Things You Should Know (Maybe)
It’s already time for another installment of things you should (maybe) know. These are typically items that make us take a second look but don’t merit a full blog post on their own. Light-hearted and tongue-in-cheek fare good for party conversation (probably only at certain sorts of parties) or trivia games, but not really likely to aid you in litigation advocacy. Trivia that can both amuse and annoy your friends!
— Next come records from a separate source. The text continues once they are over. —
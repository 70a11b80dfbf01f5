package correlations

// Al-Marhoun (1988): M.A. Al-Marhoun, "PVT Correlations for Middle East Crude Oils", J. Pet.
// Tech. 40 (May 1988) 650–666, SPE 13718. 160 bubble points from 69 Middle East reservoirs:
// Pb 130–3,573 psia, T 74–240 °F, Rsb 26–1,602 scf/STB, 19.4–44.6 °API, γg 0.752–1.367.
// Temperatures in °R.

// AlMarhounBubblePoint returns the bubble-point pressure (psia), Al-Marhoun (1988),
// published direction:
//
//	Pb = 5.38088e−3 · Rsb^0.715082 · γg^−1.87784 · γo^3.1437 · T^1.32657,  T °R.
func AlMarhounBubblePoint(rsb float64, o Oil) (float64, error) {
	return AlMarhounBubblePointWith(rsb, o, alMarhounPublished[:])
}

// AlMarhounCoefficients are the constants of the Al-Marhoun solution-gas pair that a refit
// may change: Pb = a·Rsb^b·γg^−1.87784·γo^3.1437·T^1.32657.
var AlMarhounCoefficients = []Coefficient{
	{ID: "b", Value: 0.715082, Role: "0.715082, the exponent of Rsb"},
	{ID: "a", Value: 5.38088e-3, Role: "5.38088e−3, the factor"},
}

var alMarhounPublished = [2]float64{0.715082, 5.38088e-3}

func alMarhounFactor(o Oil, a float64) float64 {
	return a * pow(o.GasGravity, -1.87784) * pow(o.OilGravity(), 3.1437) * pow(o.Temperature+rankine, 1.32657)
}

// AlMarhounBubblePointWith is AlMarhounBubblePoint with the coefficients c
// (AlMarhounCoefficients order).
func AlMarhounBubblePointWith(rsb float64, o Oil, c []float64) (float64, error) {
	if err := checkOil(o); err != nil {
		return 0, err
	}
	if err := checkGOR("Rsb", rsb); err != nil {
		return 0, err
	}
	if err := checkCoefficients(c, 2); err != nil {
		return 0, err
	}
	return finite(alMarhounFactor(o, c[1]) * pow(rsb, c[0]))
}

// AlMarhounSolutionGOR returns the solution GOR (scf/STB) at p psia, the closed-form inverse
// of AlMarhounBubblePoint:
//
//	Rs = [p / (5.38088e−3 · γg^−1.87784 · γo^3.1437 · T^1.32657)]^(1/0.715082).
func AlMarhounSolutionGOR(p float64, o Oil) (float64, error) {
	return AlMarhounSolutionGORWith(p, o, alMarhounPublished[:])
}

// AlMarhounSolutionGORWith is AlMarhounSolutionGOR with the coefficients c
// (AlMarhounCoefficients order).
func AlMarhounSolutionGORWith(p float64, o Oil, c []float64) (float64, error) {
	if err := checkOil(o); err != nil {
		return 0, err
	}
	if err := checkPressure("p", p); err != nil {
		return 0, err
	}
	if err := checkCoefficients(c, 2); err != nil {
		return 0, err
	}
	return finite(pow(p/alMarhounFactor(o, c[1]), 1/c[0]))
}

// AlMarhounOilFVF returns the saturated oil formation volume factor (rb/STB), Al-Marhoun
// (1988):
//
//	Bo = 0.497069 + 0.862963e−3·T + 0.182594e−2·F + 0.318099e−5·F²,
//	F = Rs^0.742390 · γg^0.323294 · γo^−1.202040,  T °R.
//
// Data Bob 1.032–1.997 rb/STB. p is not used.
func AlMarhounOilFVF(p, rs float64, o Oil) (float64, error) {
	return AlMarhounOilFVFWith(p, rs, o, alMarhounFVFPublished[:])
}

// AlMarhounFVFCoefficients are the constants of Al-Marhoun's Bo that a refit may change:
// Bo = a0 + a1·T + a2·F + a3·F², F = Rs^e·γg^0.323294·γo^−1.202040.
var AlMarhounFVFCoefficients = []Coefficient{
	{ID: "e", Value: 0.742390, Role: "0.742390, the exponent of Rs in F"},
	{ID: "a3", Value: 0.318099e-5, Role: "0.318099e−5, the factor of F²"},
	{ID: "a2", Value: 0.182594e-2, Role: "0.182594e−2, the factor of F"},
	{ID: "a1", Value: 0.862963e-3, Role: "0.862963e−3, the factor of T"},
	{ID: "a0", Value: 0.497069, Role: "0.497069"},
}

var alMarhounFVFPublished = [5]float64{0.742390, 0.318099e-5, 0.182594e-2, 0.862963e-3, 0.497069}

// AlMarhounOilFVFWith is AlMarhounOilFVF with the coefficients c (AlMarhounFVFCoefficients
// order).
func AlMarhounOilFVFWith(p, rs float64, o Oil, c []float64) (float64, error) {
	if err := checkOil(o); err != nil {
		return 0, err
	}
	if err := checkGOR("Rs", rs); err != nil {
		return 0, err
	}
	if err := checkCoefficients(c, 5); err != nil {
		return 0, err
	}
	t := o.Temperature + rankine
	f := pow(rs, c[0]) * pow(o.GasGravity, 0.323294) * pow(o.OilGravity(), -1.202040)
	return finite(c[4] + c[3]*t + c[2]*f + c[1]*f*f)
}
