package correlations

import (
	"errors"
	"math"
	"testing"
)

// TestBrent checks the root finder on functions with known roots, including ones where plain
// secant or inverse quadratic steps misbehave.
func TestBrent(t *testing.T) {
	tests := []struct {
		name string
		f    func(float64) float64
		a, b float64
		root float64
	}{
		{"cubic x³ − 2x − 5 (Wallis' example, root 2.0945514815423265)", func(x float64) float64 { return x*x*x - 2*x - 5 }, 2, 3, 2.0945514815423265},
		{"cos x − x (Dottie number 0.7390851332151607)", func(x float64) float64 { return math.Cos(x) - x }, 0, 1, 0.7390851332151607},
		{"flat near root (x − 1)^5", func(x float64) float64 { return math.Pow(x-1, 5) }, 0, 3, 1},
		{"step-like atan(1e4·(x − 0.3))", func(x float64) float64 { return math.Atan(1e4 * (x - 0.3)) }, -5, 5, 0.3},
	}
	for _, tc := range tests {
		x, err := brent(tc.f, tc.a, tc.b, 1e-14, 200)
		if err != nil || math.Abs(x-tc.root) > 1e-6*math.Max(1, math.Abs(tc.root)) {
			t.Errorf("%s: x = %.16g, %v", tc.name, x, err)
		}
	}
	if _, err := brent(func(x float64) float64 { return x*x + 1 }, -1, 1, 1e-12, 50); !errors.Is(err, ErrNoConvergence) {
		t.Errorf("no bracket: err = %v", err)
	}
	if _, err := brent(func(x float64) float64 { return math.NaN() }, -1, 1, 1e-12, 50); !errors.Is(err, ErrNotFinite) {
		t.Errorf("NaN: err = %v", err)
	}
}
Fudge shaped like feces and other ways to get tenure. Thanks to disgust researchers we are often treated to the creative use of fart spray in experiments, but we have never before run across fudge-shaped-like-feces. For serious lovers of fudge, the shapes of this fudge apparently creates an emotional confrontation between the diner’s aversion to the action (“I can’t bring myself to put this in my mouth…”) and knowledge of the outcome (“…although I know it will taste delicious”). The fudge-shaped-like-feces are actually from a study published in 1986 that these 2014 researchers probably delighted in including in the discussion of their article just for the disgust factor. (It works. And, don’t invite us to the party where you deftly slide a tray of these delicacies onto the buffet.)
A new(?) legal defense for murder. Instead of the “my brain made me do it” defense, how about this one? “My mom made me do it.” A New York City attorney accused of beating and strangling his girlfriend says it happened because his mom devoted herself to her career when Jason Bohn was just ten years old. In turn, says the defense psychiatrist (Alexander Sasha Bardey, who, by the way, has consulted for the TV series, Law and Order), young Jason developed “intermittent explosive disorder”. Specifically, Dr. Bardey says Mr. Bohn “suffers from [maternal neglect initiated] intermittent explosive disorder” and that Bohn “blew up” and had no idea what he was doing when he killed Danielle Thomas in 2012. The ABC News site adds additional details and voicemail messages from Bohn and his victim. Bohn has pled not guilty and hopes for a lesser manslaughter charge. According to the New York Post, Bohn (also known as the “Ivy League killer”) authored a document called “101 Ways to Kill Your Father”. I guess we can keep an eye out for the sequel, “My Parents Made Me Do It”.
Who believes in astrology? More Americans than you might think according to a new survey from the National Science Foundation. Only 55% of adults (from age 18-24) believe astrology is “not scientific”. To add to your pain, the percentage who think astrology is scientific is increasing. In 2010, 64% of respondents aged 35-44 believed astrology was not scientific. But in 2012, only 51% said it was not scientific. Of course, maybe 2012 was a less literate sample, and they thought it was about astronomy. Would that help us feel better?
Wondering how Puritans communicated their affections for Valentine’s Day? Probably something along the lines of these Puritan valentines. You may want to bookmark them for next year.
Political affiliation and ultimate verdict. We’re seeing renewed interest these days in the relationship of political affiliation to jury and mock jury verdicts. Unfortunately, we are also seeing a very significant decline in the proportion of mock jurors who will actually identify as a member of a political party. There has been a rise in the proportion of the public who don’t identify with either party. Instead they are increasingly flocking to “politically unaffiliated” or “politically independent”. So here, courtesy of Big Think is a quick and sweet way to identify who is what among potential jurors. Pass around a bowl of assorted candy treats and make a note of who chooses what. (Democrats who are politically active prefer Almond Joy, Baby Ruth and Raisinets while less involved Democrats prefer Airheads and Nerds. Active Republicans prefer York Peppermint Patties and less active Republicans choose Skittles and Rolo candies.) This study was done by the same people who carefully assessed the relationship of politics to beer, sports and fast food. Fortunately for the education system, the authors are advertising experts and not faculty in search of tenure. We will leave it up to you to determine the rigor of their scientific method. But any research that provides a happy array of processed treats can’t be all bad.